Task to complete:
Collect the lines of the entries where "setup" shows up.

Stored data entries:
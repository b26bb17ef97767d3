import { Router } from 'express';
import { JOB_SETTINGS } from '../../shared/catalogue/types';
import { createJobSchema, updateJobSchema, type CreateJobInput, type UpdateJobInput, type StatedLimitInput } from '../../shared/schemas/setup';
import { badRequest } from '../errors';
import { valid, validate } from '../middleware/validate';
import { Job, JobCompany, JobMember } from '../models';
import { policy } from '../policies';
import { presentJobDetail } from '../presenters/setup';
import { copyBuiltinCatalogue } from '../services/catalogue';
import { idempotentWrite } from '../services/idempotency';
import { jobsOf } from '../services/memberships';
import { statedLimit } from '../services/quantities';
import { inTransaction, lockForChange } from '../services/records';
import { setEtag } from '../services/versioning';

/**
 * GET /api/jobs: my jobs with my role; GET /api/jobs/:jobId: one of them (with ETag).
 * POST /api/jobs: any signed-in user creates a job owned by their company and becomes its GC manager.
 * PATCH /api/jobs/:jobId: GC managers change the job's details and settings (If-Match).
 */
export function jobsRouter(): Router {
  const router = Router();
  router.get('/jobs', policy.signedIn(), async (req, res) => {
    res.json({ items: await jobsOf(req.user!.id) });
  });

  router.post('/jobs', policy.signedIn(), validate({ body: createJobSchema }), async (req, res) => {
    const body = valid<CreateJobInput & { number?: string | null; address?: string | null }>(req.valid.body);
    const user = req.user!;
    await idempotentWrite(req, res, async (transaction) => {
      const job = await Job.create(
        {
          ownerCompanyId: user.companyId,
          name: body.name,
          number: body.number ?? null,
          address: body.address ?? null,
          startsOn: body.startsOn ?? null,
          endsOn: body.endsOn ?? null,
          ...(body.timeZone ? { timeZone: body.timeZone } : {}),
          ...(body.unitSystem ? { unitSystem: body.unitSystem } : {}),
        },
        { transaction },
      );
      // The creator acts for their own company, the job's GC.
      await JobMember.create({ jobId: job.id, userId: user.id, role: 'gc_manager', companyId: user.companyId }, { transaction });
      await JobCompany.create({ jobId: job.id, companyId: user.companyId, trades: ['general'] }, { transaction });
      await copyBuiltinCatalogue(job.id, transaction);
      setEtag(res, job.version);
      return { status: 201, body: presentJobDetail(job, 'gc_manager') };
    });
  });

  router.get('/jobs/:jobId', policy.jobMember(), async (req, res) => {
    const { job, role } = req.membership!;
    setEtag(res, job.version);
    res.json(presentJobDetail(job, role));
  });

  router.patch('/jobs/:jobId', policy.jobMember(['gc_manager']), validate({ body: updateJobSchema }), async (req, res) => {
    const body = valid<UpdateJobInput & { number?: string | null; address?: string | null }>(req.valid.body);
    const { job: current, role } = req.membership!;
    const job = await inTransaction(req, async (transaction) => {
      const job = await lockForChange(req, Job, { id: current.id }, transaction, 'Job not found.', (j) => presentJobDetail(j, role));
      if (body.name !== undefined) job.name = body.name;
      if (body.number !== undefined) job.number = body.number;
      if (body.address !== undefined) job.address = body.address;
      if (body.startsOn !== undefined) job.startsOn = body.startsOn;
      if (body.endsOn !== undefined) job.endsOn = body.endsOn;
      if (job.startsOn && job.endsOn && job.startsOn > job.endsOn) {
        throw badRequest('endsOn: The end date is before the start date.', { endsOn: 'The end date is before the start date.' });
      }
      if (body.timeZone !== undefined) job.timeZone = body.timeZone;
      if (body.unitSystem !== undefined) job.unitSystem = body.unitSystem;
      if (body.codeEditions !== undefined) job.codeEditions = { ...body.codeEditions };
      if (body.severityDueDays !== undefined) job.severityDueDays = { ...body.severityDueDays };
      if (body.recurringThresholds !== undefined) job.recurringThresholds = { ...body.recurringThresholds };
      if (body.settings !== undefined) {
        const next = { ...(job.settings ?? {}) };
        for (const def of JOB_SETTINGS) {
          const entry = (body.settings as Record<string, StatedLimitInput | null | undefined>)[def.key];
          if (entry === undefined) continue;
          if (entry === null) delete next[def.key];
          else next[def.key] = statedLimit(entry, def.quantity, `settings.${def.key}.value`);
        }
        job.settings = next;
      }
      job.version += 1;
      await job.save({ transaction });
      return job;
    });
    setEtag(res, job.version);
    res.json(presentJobDetail(job, role));
  });
  return router;
}
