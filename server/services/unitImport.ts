/**
 * Units from a CSV equipment schedule, comma, semicolon or tab separated (read by
 * shared/rules/csvRead.ts, as the import screen reads its header). Columns are mapped to fields
 * (explicitly, or by header name, shared/rules/schedule.ts); kind cells are read as schedules
 * write them, or by the user's mapping kept per job; every bad row is reported with its line number
 * and reason; the good rows are imported in one transaction only when no row is bad: never half an
 * import.
 *
 * A revised schedule changes the units it names by tag and adds the others; units it does not
 * name stay unless the user asks to remove them (never those with a check or a finding). Levels
 * and spaces it names that the job lacks are listed, and created in the same transaction when the
 * user asks. Every committed import is recorded (unitImportRecords.ts) so it can be undone.
 */
import { QueryTypes, UniqueConstraintError, type Transaction } from 'sequelize';
import { parseQuantity } from '../../shared/calc/quantity';
import { parseMountPosition, type MountPosition } from '../../shared/calc/refrigerant';
import {
  IMPORT_MAX_ROWS,
  TAG_PATTERN,
  UNIT_IMPORT_FIELDS,
  UNIT_IMPORT_KIND_SOURCES,
  UNIT_IMPORT_REQUIRED,
  type UnitImportField,
  type UnitImportFieldChange,
  type UnitImportKindValue,
  type UnitImportPreviewRow,
  type UnitImportReport,
  type UnitImportRowError,
  type CrewDto,
  crewLabel,
  unitImportQuerySchema,
  unitImportSchema,
} from '../../shared/schemas/setup';
import { etagOf } from '../../shared/rules/etag';
import { readCsv } from '../../shared/rules/csvRead';
import { headerUnit, normaliseKindText, parseUnitKind, scheduleFieldOfHeader } from '../../shared/rules/schedule';
import type { UnitKindKey } from '../../shared/words';
import { badRequest, payloadTooLarge } from '../errors';
import { zodFieldErrors } from '../middleware/validate';
import { createSpace } from '../commands/createSpace';
import { Level, Space, System, Unit, UnitModel } from '../models';
import { listCrews } from './crews';
import { createLevel } from './levels';
import { recordImport, savedKindValues, saveKindValues, unitIdsInUse, type ImportChange } from './unitImportRecords';
import { changeUnit, kindLabel } from './units';

const PREVIEW_MAX = 500;

/** Bytes → text; anything not UTF-8 is refused with a clear message. */
export function decodeCsv(bytes: Buffer): string {
  try {
    return new TextDecoder('utf-8', { fatal: true, ignoreBOM: false }).decode(bytes);
  } catch {
    throw notUtf8();
  }
}

export function notUtf8() {
  return badRequest(
    'The file is not UTF-8 text. Save the schedule as "CSV UTF-8" (comma delimited) and import it again.',
    { csv: 'Not UTF-8.' },
  );
}

export interface ImportOptions {
  text: string;
  mapping?: Record<string, UnitImportField>;
  dryRun: boolean;
  kindValues?: Record<string, UnitKindKey>;
  createPlaces?: boolean;
  removeMissing?: boolean;
  fileName?: string;
}

/** Who imports into which job, in which transaction. */
export interface ImportContext {
  jobId: string;
  actorId: string;
  transaction: Transaction;
}

/**
 * The import's request in either form: text/csv bytes (options in the query) or JSON
 * { csv, mapping, dryRun }. Both are checked with their shared schema; the first issue is the 400.
 */
export function importRequestOf(body: unknown, query: unknown): ImportOptions {
  if (Buffer.isBuffer(body)) {
    const parsed = unitImportQuerySchema.safeParse(query);
    if (!parsed.success) throw firstIssue(zodFieldErrors(parsed.error, 'query'));
    const q = parsed.data;
    return { text: decodeCsv(body), mapping: undefined, dryRun: q.dryRun ?? false, createPlaces: q.createPlaces, removeMissing: q.removeMissing };
  }
  const parsed = unitImportSchema.safeParse(body ?? {});
  if (!parsed.success) throw firstIssue(zodFieldErrors(parsed.error));
  const b = parsed.data;
  return {
    text: b.csv,
    mapping: b.mapping,
    dryRun: b.dryRun ?? false,
    kindValues: b.kindValues,
    createPlaces: b.createPlaces,
    removeMissing: b.removeMissing,
    fileName: b.fileName,
  };
}

function firstIssue(fields: Record<string, string>) {
  const first = Object.entries(fields)[0]!;
  return badRequest(`${first[0]}: ${first[1]}`, fields);
}

/** importUnits, where a tag taken meanwhile (another import, a unit added) is a 400 and nothing is imported. */
export async function importUnitsOrRefuse(ctx: ImportContext, options: ImportOptions): Promise<UnitImportReport> {
  try {
    return await importUnits(ctx, options);
  } catch (err) {
    if (err instanceof UniqueConstraintError) {
      throw badRequest('A tag in the file was taken while importing; nothing was imported. Run the import again to see which.', {
        csv: 'Tag taken meanwhile.',
      });
    }
    throw err;
  }
}

/** A level or space the file names that the job lacks: its key stands in for an id until created. */
const NEW_LEVEL = 'new-level:';
const NEW_SPACE = 'new-space:';

interface GoodRow extends UnitImportPreviewRow {
  levelId: string;
  spaceId: string | null;
  systemId: string | null;
  modelId: string | null;
  crewId: string | null;
  /** The unit of that tag already in the job, and what changes on it. */
  existing: Unit | null;
  changes: UnitImportFieldChange[];
}

/** Capacities equal to within a micro-watt are the same (the file and the register round differently). */
function sameCapacity(a: number | null, b: number | null): boolean {
  if (a === null || b === null) return a === b;
  return Math.abs(a - b) <= 1e-6 * Math.max(1, Math.abs(a), Math.abs(b));
}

Solution:
import { createJobSchema, updateJobSchema, type CreateJobInput, type UpdateJobInput, type StatedLimitInput } from '../../shared/schemas/setup';
import { presentJobDetail } from '../presenters/setup';
} from '../../shared/schemas/setup';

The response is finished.